GOAL OF THE EXERCISE: Only one stretch of the data below is wanted: the lines starting at the one with "to 2^top seconds." and ending at the one with "norm = max(float(np.max(np.sum(np.abs(m[:, :n]), axis=1)))", both included, given again exactly.

Dataset entries:
————————

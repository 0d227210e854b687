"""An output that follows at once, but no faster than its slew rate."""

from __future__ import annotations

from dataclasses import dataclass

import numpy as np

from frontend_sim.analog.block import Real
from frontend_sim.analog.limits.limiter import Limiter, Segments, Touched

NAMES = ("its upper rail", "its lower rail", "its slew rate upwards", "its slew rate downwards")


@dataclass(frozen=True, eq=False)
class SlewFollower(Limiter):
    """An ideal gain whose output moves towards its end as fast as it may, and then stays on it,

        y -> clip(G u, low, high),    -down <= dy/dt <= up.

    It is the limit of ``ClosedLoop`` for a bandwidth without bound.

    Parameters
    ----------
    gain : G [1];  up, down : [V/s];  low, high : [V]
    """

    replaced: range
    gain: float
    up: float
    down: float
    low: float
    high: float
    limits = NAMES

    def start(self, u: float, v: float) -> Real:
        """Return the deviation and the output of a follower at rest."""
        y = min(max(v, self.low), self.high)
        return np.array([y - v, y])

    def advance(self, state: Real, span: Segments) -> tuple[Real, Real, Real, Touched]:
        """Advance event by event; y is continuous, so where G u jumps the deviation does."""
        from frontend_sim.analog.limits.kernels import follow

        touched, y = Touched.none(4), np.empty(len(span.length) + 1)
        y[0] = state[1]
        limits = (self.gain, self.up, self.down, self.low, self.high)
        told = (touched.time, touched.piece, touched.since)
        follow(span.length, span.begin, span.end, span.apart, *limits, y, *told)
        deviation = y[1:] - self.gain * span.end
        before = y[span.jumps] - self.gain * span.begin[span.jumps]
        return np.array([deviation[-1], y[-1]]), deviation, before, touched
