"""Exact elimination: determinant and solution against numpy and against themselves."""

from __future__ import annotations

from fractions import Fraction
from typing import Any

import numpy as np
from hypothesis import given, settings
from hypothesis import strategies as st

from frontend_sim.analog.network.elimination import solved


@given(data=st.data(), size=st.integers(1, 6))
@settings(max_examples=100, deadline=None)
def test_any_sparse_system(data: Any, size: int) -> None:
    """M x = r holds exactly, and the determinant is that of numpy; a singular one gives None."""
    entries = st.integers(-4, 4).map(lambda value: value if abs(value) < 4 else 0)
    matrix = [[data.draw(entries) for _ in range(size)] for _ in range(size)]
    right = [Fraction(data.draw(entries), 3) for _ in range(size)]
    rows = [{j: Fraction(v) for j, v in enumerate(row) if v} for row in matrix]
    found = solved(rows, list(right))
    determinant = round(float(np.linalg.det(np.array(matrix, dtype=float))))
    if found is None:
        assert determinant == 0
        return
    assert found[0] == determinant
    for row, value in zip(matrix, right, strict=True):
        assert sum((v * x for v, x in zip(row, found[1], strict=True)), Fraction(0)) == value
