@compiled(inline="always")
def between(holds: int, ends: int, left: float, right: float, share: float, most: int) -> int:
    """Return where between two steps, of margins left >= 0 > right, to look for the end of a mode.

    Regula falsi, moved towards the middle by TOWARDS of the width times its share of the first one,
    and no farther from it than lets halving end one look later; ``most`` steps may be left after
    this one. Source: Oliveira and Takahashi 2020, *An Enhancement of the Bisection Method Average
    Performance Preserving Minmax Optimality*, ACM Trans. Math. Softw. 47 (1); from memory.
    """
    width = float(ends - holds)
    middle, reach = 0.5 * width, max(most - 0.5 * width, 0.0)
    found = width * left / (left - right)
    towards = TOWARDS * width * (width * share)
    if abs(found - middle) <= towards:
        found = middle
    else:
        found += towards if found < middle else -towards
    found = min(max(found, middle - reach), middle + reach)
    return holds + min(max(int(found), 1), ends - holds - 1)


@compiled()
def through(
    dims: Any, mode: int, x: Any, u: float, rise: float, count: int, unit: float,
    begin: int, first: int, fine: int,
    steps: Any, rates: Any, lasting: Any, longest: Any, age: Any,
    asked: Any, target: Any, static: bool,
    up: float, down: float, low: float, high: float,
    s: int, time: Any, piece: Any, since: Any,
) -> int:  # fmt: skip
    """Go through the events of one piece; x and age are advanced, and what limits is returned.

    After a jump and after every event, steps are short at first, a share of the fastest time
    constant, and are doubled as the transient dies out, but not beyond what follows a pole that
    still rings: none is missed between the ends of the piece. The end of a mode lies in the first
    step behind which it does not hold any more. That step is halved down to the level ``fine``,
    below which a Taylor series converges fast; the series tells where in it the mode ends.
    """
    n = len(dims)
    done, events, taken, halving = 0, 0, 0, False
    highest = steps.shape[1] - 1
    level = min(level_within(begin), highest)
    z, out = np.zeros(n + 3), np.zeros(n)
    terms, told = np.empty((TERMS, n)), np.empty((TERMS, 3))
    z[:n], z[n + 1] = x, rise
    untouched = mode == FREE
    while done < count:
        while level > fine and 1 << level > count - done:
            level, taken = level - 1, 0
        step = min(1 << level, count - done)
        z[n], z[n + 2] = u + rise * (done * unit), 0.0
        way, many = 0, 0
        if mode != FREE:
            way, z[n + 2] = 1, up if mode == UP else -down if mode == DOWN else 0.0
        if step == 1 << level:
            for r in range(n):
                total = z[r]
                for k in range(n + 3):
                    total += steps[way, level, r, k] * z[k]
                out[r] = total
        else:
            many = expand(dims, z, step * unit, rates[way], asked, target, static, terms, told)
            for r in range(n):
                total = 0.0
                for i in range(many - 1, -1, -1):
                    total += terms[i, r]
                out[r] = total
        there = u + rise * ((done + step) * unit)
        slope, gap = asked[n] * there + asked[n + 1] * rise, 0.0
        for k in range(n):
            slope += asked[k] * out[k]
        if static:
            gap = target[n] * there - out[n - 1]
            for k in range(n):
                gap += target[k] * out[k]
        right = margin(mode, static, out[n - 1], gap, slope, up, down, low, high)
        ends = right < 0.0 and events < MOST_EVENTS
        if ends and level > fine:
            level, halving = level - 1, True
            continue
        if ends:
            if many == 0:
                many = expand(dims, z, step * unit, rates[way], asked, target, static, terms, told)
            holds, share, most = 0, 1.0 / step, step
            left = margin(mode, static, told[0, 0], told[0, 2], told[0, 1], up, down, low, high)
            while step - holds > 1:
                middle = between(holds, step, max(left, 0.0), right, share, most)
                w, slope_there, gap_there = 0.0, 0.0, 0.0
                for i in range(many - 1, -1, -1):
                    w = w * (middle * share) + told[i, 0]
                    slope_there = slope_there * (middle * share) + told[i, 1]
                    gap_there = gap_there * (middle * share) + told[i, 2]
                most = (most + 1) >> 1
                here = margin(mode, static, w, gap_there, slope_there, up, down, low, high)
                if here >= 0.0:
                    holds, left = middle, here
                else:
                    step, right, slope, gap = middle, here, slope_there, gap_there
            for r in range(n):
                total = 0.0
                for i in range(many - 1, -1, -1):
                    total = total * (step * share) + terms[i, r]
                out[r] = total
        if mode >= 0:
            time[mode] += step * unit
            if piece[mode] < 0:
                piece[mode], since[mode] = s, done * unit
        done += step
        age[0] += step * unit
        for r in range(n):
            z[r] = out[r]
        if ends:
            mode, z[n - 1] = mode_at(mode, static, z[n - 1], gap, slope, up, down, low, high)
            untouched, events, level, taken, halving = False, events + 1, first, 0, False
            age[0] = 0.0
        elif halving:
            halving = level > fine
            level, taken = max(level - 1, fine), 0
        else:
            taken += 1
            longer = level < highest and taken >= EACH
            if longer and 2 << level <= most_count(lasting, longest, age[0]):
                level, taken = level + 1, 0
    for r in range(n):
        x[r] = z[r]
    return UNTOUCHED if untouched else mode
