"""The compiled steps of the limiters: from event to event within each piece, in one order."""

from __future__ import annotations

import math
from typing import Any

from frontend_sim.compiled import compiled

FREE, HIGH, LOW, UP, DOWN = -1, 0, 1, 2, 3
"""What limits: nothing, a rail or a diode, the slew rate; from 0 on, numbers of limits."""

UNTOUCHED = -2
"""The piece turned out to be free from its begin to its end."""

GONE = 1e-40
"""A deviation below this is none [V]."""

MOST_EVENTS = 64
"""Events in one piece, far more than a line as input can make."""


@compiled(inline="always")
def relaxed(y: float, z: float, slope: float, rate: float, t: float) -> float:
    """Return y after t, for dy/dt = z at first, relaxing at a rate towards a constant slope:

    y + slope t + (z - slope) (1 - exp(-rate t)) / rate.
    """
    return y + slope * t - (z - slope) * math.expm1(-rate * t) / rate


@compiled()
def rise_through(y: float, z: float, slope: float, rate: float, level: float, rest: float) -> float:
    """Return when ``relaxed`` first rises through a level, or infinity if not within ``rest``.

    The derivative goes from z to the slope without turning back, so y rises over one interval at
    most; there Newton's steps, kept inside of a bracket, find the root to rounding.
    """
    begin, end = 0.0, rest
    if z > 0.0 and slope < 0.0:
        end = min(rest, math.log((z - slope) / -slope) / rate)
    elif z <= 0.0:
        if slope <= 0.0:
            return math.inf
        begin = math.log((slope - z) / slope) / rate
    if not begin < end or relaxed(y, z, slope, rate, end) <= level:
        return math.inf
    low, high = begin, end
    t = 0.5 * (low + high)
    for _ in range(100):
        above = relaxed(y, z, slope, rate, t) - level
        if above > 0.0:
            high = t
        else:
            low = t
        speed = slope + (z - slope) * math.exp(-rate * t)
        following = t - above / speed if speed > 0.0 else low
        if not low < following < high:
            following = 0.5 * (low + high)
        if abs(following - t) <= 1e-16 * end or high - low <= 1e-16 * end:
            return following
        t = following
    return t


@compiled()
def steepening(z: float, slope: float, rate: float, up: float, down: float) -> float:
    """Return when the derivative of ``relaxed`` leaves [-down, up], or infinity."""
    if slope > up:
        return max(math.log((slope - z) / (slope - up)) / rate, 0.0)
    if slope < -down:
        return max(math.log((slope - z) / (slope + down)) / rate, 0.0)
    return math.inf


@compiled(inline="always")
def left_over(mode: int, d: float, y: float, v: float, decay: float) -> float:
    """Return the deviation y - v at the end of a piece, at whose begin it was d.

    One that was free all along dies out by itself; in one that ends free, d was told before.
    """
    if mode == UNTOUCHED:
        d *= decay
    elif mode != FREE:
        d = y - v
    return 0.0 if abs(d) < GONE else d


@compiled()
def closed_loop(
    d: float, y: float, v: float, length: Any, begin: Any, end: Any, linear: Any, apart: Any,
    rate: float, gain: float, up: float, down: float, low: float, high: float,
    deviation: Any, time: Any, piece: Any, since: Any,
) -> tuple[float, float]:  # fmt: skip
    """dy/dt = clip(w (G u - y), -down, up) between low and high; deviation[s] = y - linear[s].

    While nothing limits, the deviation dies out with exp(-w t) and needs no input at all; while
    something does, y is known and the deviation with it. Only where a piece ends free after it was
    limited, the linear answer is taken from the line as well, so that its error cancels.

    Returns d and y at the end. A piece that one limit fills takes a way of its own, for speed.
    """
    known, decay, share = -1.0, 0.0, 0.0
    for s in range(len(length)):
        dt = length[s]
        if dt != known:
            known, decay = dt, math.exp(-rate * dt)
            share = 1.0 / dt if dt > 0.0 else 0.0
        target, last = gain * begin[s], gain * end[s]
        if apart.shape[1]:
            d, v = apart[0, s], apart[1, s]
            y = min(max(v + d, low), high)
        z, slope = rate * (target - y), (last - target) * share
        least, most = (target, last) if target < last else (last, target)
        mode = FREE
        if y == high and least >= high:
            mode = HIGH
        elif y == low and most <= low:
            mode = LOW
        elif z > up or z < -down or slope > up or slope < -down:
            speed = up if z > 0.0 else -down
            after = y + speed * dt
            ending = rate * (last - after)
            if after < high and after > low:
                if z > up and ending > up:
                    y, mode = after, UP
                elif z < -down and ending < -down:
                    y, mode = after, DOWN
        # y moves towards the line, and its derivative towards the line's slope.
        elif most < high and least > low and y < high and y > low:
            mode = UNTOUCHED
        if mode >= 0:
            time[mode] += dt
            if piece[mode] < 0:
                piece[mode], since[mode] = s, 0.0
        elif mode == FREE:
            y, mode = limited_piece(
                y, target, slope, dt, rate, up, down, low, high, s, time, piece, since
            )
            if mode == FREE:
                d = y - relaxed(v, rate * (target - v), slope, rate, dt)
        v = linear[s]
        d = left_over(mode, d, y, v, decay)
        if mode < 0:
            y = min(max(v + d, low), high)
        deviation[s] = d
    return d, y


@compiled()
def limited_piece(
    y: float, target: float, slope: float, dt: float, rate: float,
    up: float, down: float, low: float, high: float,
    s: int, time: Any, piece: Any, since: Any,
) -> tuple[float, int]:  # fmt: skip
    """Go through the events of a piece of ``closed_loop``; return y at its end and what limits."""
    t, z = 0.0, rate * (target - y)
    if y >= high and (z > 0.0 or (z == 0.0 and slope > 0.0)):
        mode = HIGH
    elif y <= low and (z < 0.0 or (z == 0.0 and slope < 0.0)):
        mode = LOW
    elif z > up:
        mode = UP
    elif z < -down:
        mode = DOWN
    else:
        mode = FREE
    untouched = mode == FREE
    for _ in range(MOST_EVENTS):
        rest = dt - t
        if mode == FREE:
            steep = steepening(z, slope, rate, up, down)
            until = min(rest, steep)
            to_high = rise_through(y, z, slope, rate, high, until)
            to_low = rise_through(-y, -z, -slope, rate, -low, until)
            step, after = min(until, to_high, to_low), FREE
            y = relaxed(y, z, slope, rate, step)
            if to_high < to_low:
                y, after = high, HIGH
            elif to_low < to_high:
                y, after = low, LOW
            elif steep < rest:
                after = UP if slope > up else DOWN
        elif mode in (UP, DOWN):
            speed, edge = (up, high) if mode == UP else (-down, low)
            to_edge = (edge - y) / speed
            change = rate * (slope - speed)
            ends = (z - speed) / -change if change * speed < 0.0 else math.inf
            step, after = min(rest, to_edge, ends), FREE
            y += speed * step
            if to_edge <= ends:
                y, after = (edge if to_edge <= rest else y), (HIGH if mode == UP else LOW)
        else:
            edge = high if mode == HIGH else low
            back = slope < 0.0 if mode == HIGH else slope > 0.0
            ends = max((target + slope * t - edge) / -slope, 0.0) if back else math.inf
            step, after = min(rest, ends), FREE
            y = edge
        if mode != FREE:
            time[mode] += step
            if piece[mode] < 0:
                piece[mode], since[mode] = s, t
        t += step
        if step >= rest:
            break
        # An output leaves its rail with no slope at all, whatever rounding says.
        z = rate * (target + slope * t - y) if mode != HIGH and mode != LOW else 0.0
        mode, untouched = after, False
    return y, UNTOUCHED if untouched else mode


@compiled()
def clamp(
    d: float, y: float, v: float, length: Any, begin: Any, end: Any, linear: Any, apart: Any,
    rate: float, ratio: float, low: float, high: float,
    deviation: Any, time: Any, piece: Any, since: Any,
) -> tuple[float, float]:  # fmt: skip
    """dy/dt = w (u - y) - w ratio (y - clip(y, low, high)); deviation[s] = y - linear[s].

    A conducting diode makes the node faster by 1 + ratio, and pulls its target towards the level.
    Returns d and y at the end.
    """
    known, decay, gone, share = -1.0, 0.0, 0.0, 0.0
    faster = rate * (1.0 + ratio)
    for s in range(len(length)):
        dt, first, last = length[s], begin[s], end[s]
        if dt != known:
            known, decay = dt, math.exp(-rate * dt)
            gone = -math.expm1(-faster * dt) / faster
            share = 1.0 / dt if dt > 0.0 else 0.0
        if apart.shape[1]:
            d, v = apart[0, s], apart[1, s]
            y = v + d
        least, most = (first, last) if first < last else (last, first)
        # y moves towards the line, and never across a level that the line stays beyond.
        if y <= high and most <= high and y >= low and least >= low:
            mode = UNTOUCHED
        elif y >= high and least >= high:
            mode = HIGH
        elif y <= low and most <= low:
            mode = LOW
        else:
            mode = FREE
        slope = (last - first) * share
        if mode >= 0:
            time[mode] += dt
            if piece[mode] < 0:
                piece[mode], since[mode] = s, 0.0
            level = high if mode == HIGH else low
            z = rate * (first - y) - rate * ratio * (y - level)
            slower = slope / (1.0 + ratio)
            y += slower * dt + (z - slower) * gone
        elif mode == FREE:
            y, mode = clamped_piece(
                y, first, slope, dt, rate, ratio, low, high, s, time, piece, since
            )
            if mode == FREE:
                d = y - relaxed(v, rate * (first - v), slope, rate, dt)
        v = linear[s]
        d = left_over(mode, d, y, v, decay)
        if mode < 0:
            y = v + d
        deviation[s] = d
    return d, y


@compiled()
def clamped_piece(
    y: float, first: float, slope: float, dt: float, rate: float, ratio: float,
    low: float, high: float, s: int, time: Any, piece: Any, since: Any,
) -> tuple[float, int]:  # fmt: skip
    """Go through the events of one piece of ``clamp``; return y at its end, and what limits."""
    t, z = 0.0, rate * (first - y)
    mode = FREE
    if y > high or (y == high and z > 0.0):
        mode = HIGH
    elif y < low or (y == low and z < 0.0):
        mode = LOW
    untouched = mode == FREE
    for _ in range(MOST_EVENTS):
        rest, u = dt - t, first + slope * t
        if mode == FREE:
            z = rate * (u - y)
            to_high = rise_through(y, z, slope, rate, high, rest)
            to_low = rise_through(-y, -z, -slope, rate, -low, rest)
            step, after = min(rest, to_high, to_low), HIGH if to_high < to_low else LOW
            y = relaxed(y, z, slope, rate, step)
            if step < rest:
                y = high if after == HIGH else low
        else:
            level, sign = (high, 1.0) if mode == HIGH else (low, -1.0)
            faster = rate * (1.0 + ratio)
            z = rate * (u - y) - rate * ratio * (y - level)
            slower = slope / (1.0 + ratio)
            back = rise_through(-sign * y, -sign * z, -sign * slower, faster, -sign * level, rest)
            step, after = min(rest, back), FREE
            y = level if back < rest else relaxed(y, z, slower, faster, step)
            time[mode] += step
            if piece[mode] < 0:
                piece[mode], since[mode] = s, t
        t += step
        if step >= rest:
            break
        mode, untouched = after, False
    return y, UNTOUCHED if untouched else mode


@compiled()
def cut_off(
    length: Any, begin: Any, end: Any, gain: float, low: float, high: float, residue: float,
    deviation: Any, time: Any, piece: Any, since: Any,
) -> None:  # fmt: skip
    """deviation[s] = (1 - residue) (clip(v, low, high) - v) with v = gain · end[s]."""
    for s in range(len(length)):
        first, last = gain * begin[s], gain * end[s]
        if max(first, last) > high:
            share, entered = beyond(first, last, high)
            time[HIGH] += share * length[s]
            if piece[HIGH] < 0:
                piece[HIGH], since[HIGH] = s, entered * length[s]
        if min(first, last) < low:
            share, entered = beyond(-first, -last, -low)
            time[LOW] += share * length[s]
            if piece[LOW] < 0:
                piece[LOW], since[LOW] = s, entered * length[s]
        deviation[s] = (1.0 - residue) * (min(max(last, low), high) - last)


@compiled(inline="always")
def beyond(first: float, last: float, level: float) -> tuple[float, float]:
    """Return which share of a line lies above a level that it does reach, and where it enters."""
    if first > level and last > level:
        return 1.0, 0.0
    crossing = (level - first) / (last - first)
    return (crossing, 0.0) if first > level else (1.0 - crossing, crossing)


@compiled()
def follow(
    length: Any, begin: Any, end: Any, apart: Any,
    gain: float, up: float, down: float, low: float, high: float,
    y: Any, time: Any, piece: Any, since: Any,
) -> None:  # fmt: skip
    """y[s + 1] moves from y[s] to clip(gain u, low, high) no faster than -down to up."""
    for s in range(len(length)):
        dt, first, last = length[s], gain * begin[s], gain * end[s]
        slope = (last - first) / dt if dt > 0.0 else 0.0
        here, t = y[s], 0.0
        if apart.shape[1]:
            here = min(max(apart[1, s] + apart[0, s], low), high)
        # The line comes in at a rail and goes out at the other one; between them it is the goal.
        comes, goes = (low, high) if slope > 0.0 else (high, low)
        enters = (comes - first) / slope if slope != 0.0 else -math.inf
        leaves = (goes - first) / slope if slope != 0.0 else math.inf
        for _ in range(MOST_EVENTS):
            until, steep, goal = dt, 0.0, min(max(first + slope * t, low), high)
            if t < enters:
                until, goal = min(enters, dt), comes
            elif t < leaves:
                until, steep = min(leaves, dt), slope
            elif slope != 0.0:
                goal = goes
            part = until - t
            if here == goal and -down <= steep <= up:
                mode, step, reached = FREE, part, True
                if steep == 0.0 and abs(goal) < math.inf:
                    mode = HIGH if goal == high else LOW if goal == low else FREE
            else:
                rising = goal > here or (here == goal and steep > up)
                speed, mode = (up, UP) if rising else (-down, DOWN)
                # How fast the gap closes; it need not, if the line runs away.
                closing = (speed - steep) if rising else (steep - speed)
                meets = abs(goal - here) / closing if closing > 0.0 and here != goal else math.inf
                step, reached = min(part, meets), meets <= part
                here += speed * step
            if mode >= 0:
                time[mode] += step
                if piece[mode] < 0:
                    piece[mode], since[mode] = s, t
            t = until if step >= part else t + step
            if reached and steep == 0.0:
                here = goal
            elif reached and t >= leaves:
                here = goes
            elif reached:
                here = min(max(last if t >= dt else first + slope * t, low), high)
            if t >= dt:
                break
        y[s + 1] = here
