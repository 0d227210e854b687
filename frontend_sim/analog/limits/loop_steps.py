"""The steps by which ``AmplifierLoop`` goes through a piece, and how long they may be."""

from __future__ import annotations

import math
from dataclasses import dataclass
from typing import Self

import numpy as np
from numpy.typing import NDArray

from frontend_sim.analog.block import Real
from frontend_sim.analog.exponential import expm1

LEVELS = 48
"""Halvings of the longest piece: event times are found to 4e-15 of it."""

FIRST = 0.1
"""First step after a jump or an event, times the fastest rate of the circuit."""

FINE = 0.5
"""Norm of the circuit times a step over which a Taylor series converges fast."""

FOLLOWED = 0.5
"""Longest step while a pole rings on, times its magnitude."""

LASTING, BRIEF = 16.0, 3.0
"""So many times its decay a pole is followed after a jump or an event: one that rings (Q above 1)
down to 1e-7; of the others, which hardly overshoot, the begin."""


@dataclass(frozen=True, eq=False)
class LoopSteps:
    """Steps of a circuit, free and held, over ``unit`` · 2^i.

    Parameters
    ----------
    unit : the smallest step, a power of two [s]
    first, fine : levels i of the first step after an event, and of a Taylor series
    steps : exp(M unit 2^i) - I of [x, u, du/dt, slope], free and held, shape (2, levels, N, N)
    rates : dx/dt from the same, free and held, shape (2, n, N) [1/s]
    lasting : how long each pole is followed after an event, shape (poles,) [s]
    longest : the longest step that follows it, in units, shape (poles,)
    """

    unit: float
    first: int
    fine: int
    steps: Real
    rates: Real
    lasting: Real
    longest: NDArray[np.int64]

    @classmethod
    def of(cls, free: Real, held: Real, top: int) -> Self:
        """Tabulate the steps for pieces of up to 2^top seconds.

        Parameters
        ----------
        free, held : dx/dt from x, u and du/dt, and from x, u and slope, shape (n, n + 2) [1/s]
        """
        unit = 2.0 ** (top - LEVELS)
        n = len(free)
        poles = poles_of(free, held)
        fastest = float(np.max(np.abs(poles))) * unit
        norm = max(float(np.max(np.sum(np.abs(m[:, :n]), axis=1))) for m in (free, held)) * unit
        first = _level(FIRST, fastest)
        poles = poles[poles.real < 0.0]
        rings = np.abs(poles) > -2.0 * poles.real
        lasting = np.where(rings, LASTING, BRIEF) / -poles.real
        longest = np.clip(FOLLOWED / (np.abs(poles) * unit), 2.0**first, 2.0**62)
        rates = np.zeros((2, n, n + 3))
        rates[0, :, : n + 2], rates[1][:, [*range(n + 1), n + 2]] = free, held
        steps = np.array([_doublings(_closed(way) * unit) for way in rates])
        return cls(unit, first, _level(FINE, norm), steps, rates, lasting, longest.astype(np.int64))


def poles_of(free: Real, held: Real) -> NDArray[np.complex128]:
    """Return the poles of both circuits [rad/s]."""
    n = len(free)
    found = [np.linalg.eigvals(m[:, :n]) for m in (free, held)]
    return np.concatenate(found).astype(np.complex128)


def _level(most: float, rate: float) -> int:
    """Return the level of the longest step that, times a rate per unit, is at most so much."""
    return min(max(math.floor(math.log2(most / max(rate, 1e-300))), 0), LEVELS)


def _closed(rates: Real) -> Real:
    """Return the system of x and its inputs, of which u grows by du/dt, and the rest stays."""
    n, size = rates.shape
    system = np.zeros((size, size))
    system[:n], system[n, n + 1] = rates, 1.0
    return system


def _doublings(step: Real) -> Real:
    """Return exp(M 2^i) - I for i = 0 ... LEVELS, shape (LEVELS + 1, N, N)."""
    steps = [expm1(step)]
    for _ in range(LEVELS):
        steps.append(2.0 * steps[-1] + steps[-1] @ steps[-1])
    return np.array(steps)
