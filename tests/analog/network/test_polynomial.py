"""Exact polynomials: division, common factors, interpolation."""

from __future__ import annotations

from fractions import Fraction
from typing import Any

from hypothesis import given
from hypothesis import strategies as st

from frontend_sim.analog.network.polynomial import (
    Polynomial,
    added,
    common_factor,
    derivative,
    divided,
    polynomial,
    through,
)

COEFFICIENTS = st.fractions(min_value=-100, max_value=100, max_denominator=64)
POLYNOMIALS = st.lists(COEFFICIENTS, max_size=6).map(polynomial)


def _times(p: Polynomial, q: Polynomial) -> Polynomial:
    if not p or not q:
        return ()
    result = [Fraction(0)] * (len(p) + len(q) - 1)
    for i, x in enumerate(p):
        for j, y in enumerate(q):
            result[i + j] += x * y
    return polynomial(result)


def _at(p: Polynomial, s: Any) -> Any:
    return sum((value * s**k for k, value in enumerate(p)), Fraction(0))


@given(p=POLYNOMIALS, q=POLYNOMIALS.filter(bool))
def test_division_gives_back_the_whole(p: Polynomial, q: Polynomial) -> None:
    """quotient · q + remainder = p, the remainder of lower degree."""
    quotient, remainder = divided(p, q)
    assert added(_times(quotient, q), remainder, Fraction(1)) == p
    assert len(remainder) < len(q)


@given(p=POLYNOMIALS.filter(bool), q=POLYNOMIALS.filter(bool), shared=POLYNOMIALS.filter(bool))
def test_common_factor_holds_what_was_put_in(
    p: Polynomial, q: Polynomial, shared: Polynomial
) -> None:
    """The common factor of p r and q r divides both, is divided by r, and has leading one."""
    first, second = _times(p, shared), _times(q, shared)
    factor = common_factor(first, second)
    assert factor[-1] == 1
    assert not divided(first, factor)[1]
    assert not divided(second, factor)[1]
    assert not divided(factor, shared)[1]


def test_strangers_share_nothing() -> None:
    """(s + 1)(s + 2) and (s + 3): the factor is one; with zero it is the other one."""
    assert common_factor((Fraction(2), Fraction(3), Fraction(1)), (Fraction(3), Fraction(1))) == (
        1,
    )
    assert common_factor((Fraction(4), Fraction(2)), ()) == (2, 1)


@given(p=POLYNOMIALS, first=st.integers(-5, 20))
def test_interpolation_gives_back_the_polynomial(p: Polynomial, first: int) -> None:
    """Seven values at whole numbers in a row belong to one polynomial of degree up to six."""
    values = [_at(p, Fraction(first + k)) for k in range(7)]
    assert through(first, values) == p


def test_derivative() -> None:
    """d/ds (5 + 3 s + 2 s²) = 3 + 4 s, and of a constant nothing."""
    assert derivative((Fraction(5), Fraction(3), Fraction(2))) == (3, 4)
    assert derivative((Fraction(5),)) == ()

————————

TASK RESULT:
        """Tabulate the steps for pieces of up to 2^top seconds.

        Parameters
        ----------
        free, held : dx/dt from x, u and du/dt, and from x, u and slope, shape (n, n + 2) [1/s]
        """
        unit = 2.0 ** (top - LEVELS)
        n = len(free)
        poles = poles_of(free, held)
        fastest = float(np.max(np.abs(poles))) * unit
        norm = max(float(np.max(np.sum(np.abs(m[:, :n]), axis=1))) for m in (free, held)) * unit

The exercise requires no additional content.